The Mudcat Café TM
Thread #72614 Message #2396534
Posted By: reggie miles
24-Jul-08 - 12:54 AM
Thread Name: What compels a musician to busk?
Subject: RE: What compels a musician to busk?
My lighthearted ode to this particular pursuit, a talkin' blues.
You can be a street musician! It doesn't take a lot of ambition. It don't take talent or ejamakation. And it more fun than workin' at a fillin' station.
Or for some theivin', lyin' corporation Like Worldcom or Enron, or one of them other dot cons. I could go on, but what's the use.
So come on down and don't be shy. Sing songs to folks as they walk by. Strum and rant and stomp your feet, Express yourself out on the street.
It's called freedom of expression people. It's not guaranteed via the ever-increasing constant tuition, As some would have you believe. But it is promised to every red blooded American By the first amendment of the Constitution. That's Constitution not constant tuition. Get it straight!
You can sing requests all day long. It don't matter if the words are wrong. Pour your heart out or just play covers. Sing the blues about your lost lovers.
Oh where, oh where has my little lover gone?
If you want, you can get political, Just as long as you're not a little too critical. Sing silly songs to make folks laugh. Don't have to cut your hair or take a bath.
[Sniff, sniff] Smells like somethin' died up here. I hope it's not my song.
You can arise from bed at the crack of noon. Spend an hour or so just to get in tune. Swallow a steamin' black pot o' jo, To get yourself up before the show.
No, I would not like cream or sugar with that. On second thought, a double espresso ice cream float. With plenty of chocolate syrup, A Mount Rainier of whipped cream on top And don't be shy with them nuts darlin'
Then look around for a likely location, To begin your musical vocation. At an outdoor market or a subway station, Or where ever folks need edification.
Right here at the Mudcat Cafe looks like a good place to start.

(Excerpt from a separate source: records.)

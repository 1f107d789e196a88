package kafka

import (
	"cmp"
	"context"
	"errors"
	"fmt"
	"net"
	"strconv"
	"strings"

	kafkago "github.com/segmentio/kafka-go"
	"github.com/segmentio/kafka-go/protocol/findcoordinator"
	"github.com/segmentio/kafka-go/protocol/offsetcommit"
	"go.uber.org/zap"
)

// ErrGroupInUse is wrapped by the errors of CheckGroup and Commit when the group has a live member. Kafka
// then takes offsets from members only.
var ErrGroupInUse = errors.New("the group is in use")

// partitionName is how a partition is called in positions and commits. A topic's name holds no slash.
func partitionName(topic string, id int32) string { return topic + "/" + strconv.Itoa(int(id)) }

func parsePartitionName(name string) (topic string, id int32, err error) {
	topic, number, ok := strings.Cut(name, "/")
	n, err := strconv.ParseInt(number, 10, 32)
	if !ok || err != nil || n < 0 || !topicName.MatchString(topic) {
		return "", 0, fmt.Errorf("kafka: partition %q: want topic/number", name)
	}
	return topic, int32(n), nil
}

// Commit writes, by partition ("topic/3"), the offsets to read on at into the group, without being its
// member: for monitors of lag, not for ourselves. It tries again while the cluster is not ready for it, until
// ctx is done. Without a group in the settings it does nothing.
func (s *Source) Commit(ctx context.Context, offsets map[string]int64) error {
	if s.conf.Group == "" || len(offsets) == 0 {
		return nil
	}
	req, err := commitRequest(s.conf.Group, offsets)
	if err != nil {
		return err
	}
	err = s.coordinated(ctx, func(l *link) error {
		m, err := l.ask(ctx, req)
		if err != nil {
			return err
		}
		for _, t := range m.(*offsetcommit.Response).Topics {
			for _, p := range t.Partitions {
				if p.ErrorCode != 0 {
					return fmt.Errorf("%s: %w", partitionName(t.Name, p.PartitionIndex), kafkago.Error(p.ErrorCode))
				}
			}
		}
		return nil
	})
	if err == nil {
		return nil
	}
	for _, code := range []kafkago.Error{
		kafkago.UnknownMemberId, kafkago.IllegalGeneration, kafkago.RebalanceInProgress, kafkago.FencedInstanceID,
		kafkago.UnsupportedVersion, // said of members of the newer kind
	} {
		if errors.Is(err, code) {
			if named := s.CheckGroup(ctx); errors.Is(named, ErrGroupInUse) {
				return named
			}
		}
	}
	return fmt.Errorf("kafka: commit to group %q: %w", s.conf.Group, err)
}

func commitRequest(group string, offsets map[string]int64) (*offsetcommit.Request, error) {
	topics := map[string][]offsetcommit.RequestPartition{}
	for name, at := range offsets {
		topic, id, err := parsePartitionName(name)
		if err != nil {
			return nil, err
		}
		topics[topic] = append(topics[topic], offsetcommit.RequestPartition{
			PartitionIndex: id, CommittedOffset: at, CommittedLeaderEpoch: -1,
		})
	}
	req := &offsetcommit.Request{GroupID: group, GenerationID: -1, RetentionTimeMs: -1}
	for topic, parts := range topics {
		req.Topics = append(req.Topics, offsetcommit.RequestTopic{Name: topic, Partitions: parts})
	}
	return req, nil
}

// CheckGroup fails, wrapping ErrGroupInUse and naming the members, if the group has any: something else then
// reads with our group's name, and commits would be refused. Like Commit it tries until ctx is done.
func (s *Source) CheckGroup(ctx context.Context) error {
	if s.conf.Group == "" {
		return nil
	}
	var in []member
	err := s.coordinated(ctx, func(l *link) (err error) {
		in, err = l.members(ctx, s.conf.Group)
		return err
	})
	if err != nil {
		return fmt.Errorf("kafka: group %q: %w", s.conf.Group, err)
	}
	if len(in) == 0 {
		return nil
	}
	more := ""
	if n := len(in) - 1; n > 0 {
		more = fmt.Sprintf(", and %d more", n)
	}
	return fmt.Errorf("kafka: group %q: %w by member %s (client %s, host %s)%s: "+
		"stop it, or choose another group; a member that died is let go after its session timeout",
		s.conf.Group, ErrGroupInUse, in[0].id, in[0].client, in[0].host, more)
}

// coordinated runs a request at the broker that keeps the group, again and again until it works, is refused
// for good, or ctx is done.
func (s *Source) coordinated(ctx context.Context, do func(*link) error) error {
	t := trouble{log: s.conf.Log.With(zap.String("group", s.conf.Group)), longPause: s.conf.longPause}
	var last error // of the try before: this one may have failed for want of time only
	for {
		err := s.atCoordinator(ctx, do)
		if err == nil || !passing(err) {
			t.over()
			return err
		}
		if ctx.Err() != nil || t.pause(ctx, err) != nil {
			return fmt.Errorf("%w, after %d tries: %w", ctx.Err(), t.tries, cmp.Or(last, err))
		}
		last = err
	}
}

func (s *Source) atCoordinator(ctx context.Context, do func(*link) error) error {
	addrs, err := s.cluster.brokers(ctx)
	if err != nil {
		return err
	}
	any, err := s.dialer.dialAny(ctx, addrs)
	if err != nil {
		return err
	}
	defer any.close()
	m, err := any.ask(ctx, &findcoordinator.Request{Key: s.conf.Group})
	if err != nil {
		return err
	}
	res := m.(*findcoordinator.Response)
	if res.ErrorCode != 0 {
		return fmt.Errorf("coordinator: %w", kafkago.Error(res.ErrorCode))
	}
	addr := net.JoinHostPort(res.Host, strconv.Itoa(int(res.Port)))
	if addr == any.addr {
		return do(any)
	}
	l, err := s.dialer.dial(ctx, addr)
	if err != nil {
		return err
	}
	defer l.close()
	return do(l)
}

// passing tells a failure of the moment from one that would come again.
func passing(err error) bool {
	var code kafkago.Error
	if errors.As(err, &code) {
		switch code {
		case kafkago.GroupLoadInProgress, kafkago.GroupCoordinatorNotAvailable, kafkago.NotCoordinatorForGroup,
			kafkago.RequestTimedOut, kafkago.NetworkException, kafkago.BrokerNotAvailable, kafkago.LeaderNotAvailable:
			return true
		}
		return false
	}
	return !refused(err) // what is left are failures of the network
}
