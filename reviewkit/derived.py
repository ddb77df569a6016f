"""Facts that follow from other facts: one small function each, with its source."""

import math
from collections.abc import Callable, Iterator
from dataclasses import dataclass
from statistics import NormalDist

from reviewkit.clauses import Lookup
from reviewkit.facts import NOT_STATED, Fact, Facts, NotStated, Source, SourceKind, Standing, Value
from reviewkit.printed import Printed
from reviewkit.wording import change, estimate, interval, joined, p_value, sign, size_percent

_LARGEST_EXPONENT = 700.0
_STEPS = {
    "weighting": "weighing observations by their size",
    "zeros": "observations with a zero outcome",
    "amounts": "the spread of the other observations",
    "constant": "what was added to the outcome",
}
_SIZE = 0.05  # of a test of the form; common practice, no source
_WITH_ZEROS = ("dropped", "replaced by a small value", "own part of a two-part model")


@dataclass(frozen=True, slots=True)
class Derivation:
    """How a fact about a kind of subject is worked out; `needs` are all of the facts it uses."""

    name: str
    about: str
    needs: tuple[str, ...]
    work_out: Callable[[Lookup], Value | None]


def forms_in_words(lookup: Lookup) -> Value | None:
    """What the tests of both means' forms say, both told alike; a lottery keeps a ratio of means whatever the form."""
    p, own = lookup("form.alternative_p"), lookup("form.submitted_p")
    if not isinstance(p, float) or not isinstance(own, float):
        return None
    found = [f"{'speaks' if each < _SIZE else 'does not speak'} against {name}" for name, each in _forms(p, own)]
    lottery = lookup("assignment.random") == "yes"
    kept = "; where a lottery assigned it, the ratio of means does not hang on the form" if lottery else ""
    return f"a test {found[0]} ({p_value(p)}) and {found[1]} ({p_value(own)}){kept if p < _SIZE else ''}"


def steps_in_words(lookup: Lookup) -> Value | None:
    """Every step of the account that is clearly off zero; what is left out is said to be left out."""
    amounts = {name: lookup(f"step.{name}") for name in _STEPS}
    clear = [name for name in _STEPS if lookup(f"step.{name}_off_zero") == "yes"]
    told = [f"{estimate(amounts[name])} from {_STEPS[name]}" for name in clear if isinstance(amounts[name], float)]
    if not told:
        return None
    return joined(told) + ("; the other parts are not clearly off zero" if len(clear) < len(_STEPS) else "")


def _forms(p: float, own: float) -> tuple[tuple[str, float], tuple[str, float]]:
    return ("the form of the model of the mean", p), ("that of the submitted model", own)


def percent_of_coefficient(lookup: Lookup) -> Value | None:
    """100·b, the percent that reading a coefficient of a log model directly gives."""
    b = _printed(lookup("claim.coefficient"))
    return None if b is None else 100 * b.value


def percent_exact(lookup: Lookup) -> Value | None:
    """100·(exp(b) − 1), the ratio that a coefficient b of a log model stands for (Halvorsen and Palmquist 1980)."""
    b = _printed(lookup("claim.coefficient"))
    return None if b is None or b.value > _LARGEST_EXPONENT else 100 * math.expm1(b.value)


def percent_is_coefficient(lookup: Lookup) -> Value | None:
    """Whether the printed percent is 100·b within the rounding of both prints."""
    return _percent_matches(lookup, lambda b: 100 * b)


def percent_is_exact(lookup: Lookup) -> Value | None:
    """Whether the printed percent is 100·(exp(b) − 1) within the rounding of both prints."""
    return _percent_matches(lookup, lambda b: 100 * math.expm1(min(b, _LARGEST_EXPONENT)))


def inside_alternative(lookup: Lookup) -> Value | None:
    """Whether any number that rounds to the claimed percent lies in the alternative's interval; else the coefficient.

    Where the claim has no percent, the re-estimation's own reading of the printed coefficient stands in.
    """
    percent, low, high = (lookup(name) for name in _INSIDE[:3])
    if not isinstance(percent, Printed):
        return lookup("refit.printed_reading_inside")
    if isinstance(low, (int, float)) and isinstance(high, (int, float)):
        first, last = _with_sign_of(lookup("claim.coefficient"), percent)
        return _yes(first <= high and low <= last)
    return NOT_STATED if isinstance(low, NotStated) or isinstance(high, NotStated) else None


def has_zeros(lookup: Lookup) -> Value | None:
    """Whether the outcome has zeros, from their share, else from what was done with them."""
    share, zeros = lookup("outcome.zero_share"), lookup("outcome.zeros")
    if isinstance(share, (int, float)):
        return _yes(share > 0)
    if zeros == "none present":
        return "no"
    return "yes" if zeros in _WITH_ZEROS else None


def smaller_arm(lookup: Lookup) -> Value | None:
    """The number of treated or of untreated clusters, whichever is smaller."""
    treated, untreated = lookup("refit.treated_clusters"), lookup("refit.untreated_clusters")
    if isinstance(treated, (int, float)) and isinstance(untreated, (int, float)):
        return float(min(treated, untreated))
    return None


def spread_is_steady(lookup: Lookup) -> Value | None:
    """Whether the log model suffices for a ratio of means: shown where both models agree on the data."""
    return "yes" if lookup("refit.conclusion") == "agrees" else None
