@pytest.fixture(scope="module")
def shown(whole, tmp_path_factory):
    """The page in a browser, and where its file stands."""
    folder = tmp_path_factory.mktemp("browser")
    write_html(whole, folder / "note.html")
    with browser.page(folder / "profile") as opened:
        yield opened, folder / "note.html"


@needs_browser
def test_the_browser_shows_the_note_and_asks_for_nothing_else(shown, whole):
    opened, file = shown
    opened.open(file, 1000)
    assert opened.tell("document.querySelector('h1').innerText") == typeset(whole.title)
    assert opened.tell("[...document.images].map(each => each.naturalWidth > 500)") == [True] * 3
    assert opened.tell("getComputedStyle(document.querySelector('.exhibit')).backgroundColor") == "rgb(239, 243, 245)"
    assert {each for each in opened.requests if not each.startswith("data:image/png")} == {file.resolve().as_uri()}
    assert opened.complaints == []


@needs_browser
@pytest.mark.parametrize(("width", "zoom"), WIDTHS)
def test_nothing_scrolls_sideways_but_wide_tables_in_their_boxes(shown, width, zoom):
    opened, file = shown
    opened.open(file, width, zoom=zoom)
    needed, there = opened.tell(TOO_WIDE)
    assert needed <= there == width // zoom
    boxes = opened.tell("[...document.querySelectorAll('.scroll')].map(each => each.scrollWidth > each.clientWidth)")
    assert boxes[-1] is True
    inside = "Math.max(...[...document.querySelectorAll('p, h1, h2, li, img, pre, figcaption, caption span')]"
    assert opened.tell(f"{inside}.map(each => each.getBoundingClientRect().right))") <= width // zoom


@needs_browser
@pytest.mark.parametrize("width", [1000, 1400])
def test_a_line_has_at_most_75_characters(shown, width):
    opened, file = shown
    opened.open(file, width)
    lines = opened.tell(LINES)
    assert 60 < max(lines) <= 75


@needs_browser
@pytest.mark.parametrize("width", [380, 1400])
@pytest.mark.parametrize("is_dark", [False, True])
def test_all_that_is_shown_has_contrast(shown, width, is_dark):
    opened, file = shown
    opened.open(file, width, is_dark=is_dark)
    pairs = opened.tell(PAIRS)
    assert {"P", "TD", "TH", "A", "FIGCAPTION", "STRONG", "H2", "PRE"} <= {tag for tag, _, _ in pairs}
    for tag, letters, ground in pairs:
        one, other = (
            "#" + "".join(f"{int(part):02x}" for part in re.findall(r"\d+", each)) for each in (letters, ground)
        )
        assert contrast(one, other) >= 4.5, (tag, letters, ground)
    assert (luminance(other) < 0.1) is is_dark


@needs_browser
def test_the_first_key_leads_past_the_contents(shown):
    opened, file = shown
    opened.open(file, 1000)
    opened.press("Tab")
    assert opened.tell("document.activeElement.className") == "skip"
    assert opened.tell("document.activeElement.getBoundingClientRect().top") >= 0
    opened.press("Enter")
    assert opened.tell("location.hash") == "#note"


@needs_browser
def test_it_prints_dark_on_white_without_contents(shown, tmp_path):
    opened, file = shown
    opened.open(file, 700, is_dark=True, media="print")
    assert opened.tell("[...document.querySelectorAll('nav, .skip')].some(each => each.checkVisibility())") is False
    assert opened.tell("getComputedStyle(document.body).color") == "rgb(32, 38, 43)"
    assert opened.tell("getComputedStyle(document.querySelector('tr')).breakInside") == "avoid"
    opened.printed(tmp_path / "note.pdf")
    assert (tmp_path / "note.pdf").read_bytes().startswith(b"%PDF")


# --- as text ----------------------------------------------------------------------------------------------------


def test_what_is_read_out_is_the_whole_note(whole, tmp_path):
    write_html(whole, tmp_path / "note.html")
    told = " ".join(shown_text(tmp_path / "note.html").split())
    for block in (block for section in whole.sections for block in section.blocks):
        texts = [block.text] if isinstance(block, Paragraph) else [block.alt] if isinstance(block, Figure) else []
        for text in texts:
            assert " ".join(typeset(text).split()) in told


@pytest.mark.parametrize("figure", FIGURES, ids=lambda one: type(one).__name__)
def test_every_kind_of_figure_can_be_shown(figure):
    page = read(Note("T", Audience.EDITOR, (Section("", (Figure("Caption.", "Alternative.", figure),)),)))
    for tag, width_cm in (("img", 16.0), ("source", 8.5)):
        assert int(page.only(tag).attributes["width"]) == pytest.approx(width_cm / 2.54 * 96, abs=1)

Divorce yourself from the ol' rat race, And open up your guitar case. You're sure to find somebody who, Will be happy to donate a buck or two.
A quarter, a dime or a nickel'll do. How about a penny? Or how 'bout the keys to your SUVs?
You can make a million dollars a year, If you start out with two million's what I hear. It's easy to do, take it from me, It's more fun than playin' the lottery.
And all the money goes to the sick, the tired and the hungry And you're lookin' at 'im. I am so sick and tired of bein' sick and tired and hungry.
You can be your own boss and employee too, With nobody to tell you what to do. Record and sell your own CD, Start your own recording company.
I think I'll call mine "Starvin' For Your Attention Productions".
So if you're lookin' for a brand new job, And you don't want to beg or steal or rob, Take my advice, here's what to do, Become a street musician too!
But it'll cost ya. I hear their thinkin' of raisin' the street musician permit fee From $30 a year to $50 a year! Looks like I gotta git a job, just to be able to afford To play music on the street music fer a livin'. Hmmm! Wusupwidat?
But if you worry about making money, Better find yourself a rich little honey. Then you can just sit around and play, On your guitar all the livelong day.
Huh? What's that honey? You want me to get a what? How about I become a street musician? Yep, that's what I thought you'd say. How dare she use them four letter words around me, Like w-o-r-k and a-j-o-b!
You can lose a lot of weight playin' music on the street. Cuz sometimes you can't make enough to afford to eat. I saw a bunch o' them buskers in the alley up the street. They were so poor... I said they were so poor... How poor were they? They were so poor, they were sharin' one tiny, litle, twisted up, funny smellin' cigareet.
No comment!
Yes you can be weight watchers and watch me lose, Hundreds of pounds whilst I'm singin' these blues. I'll waste away right before your eyes, Till my skin 'n' bones are fossilized.
Won't be enough left over to even attract the flies. 'S what I surmise.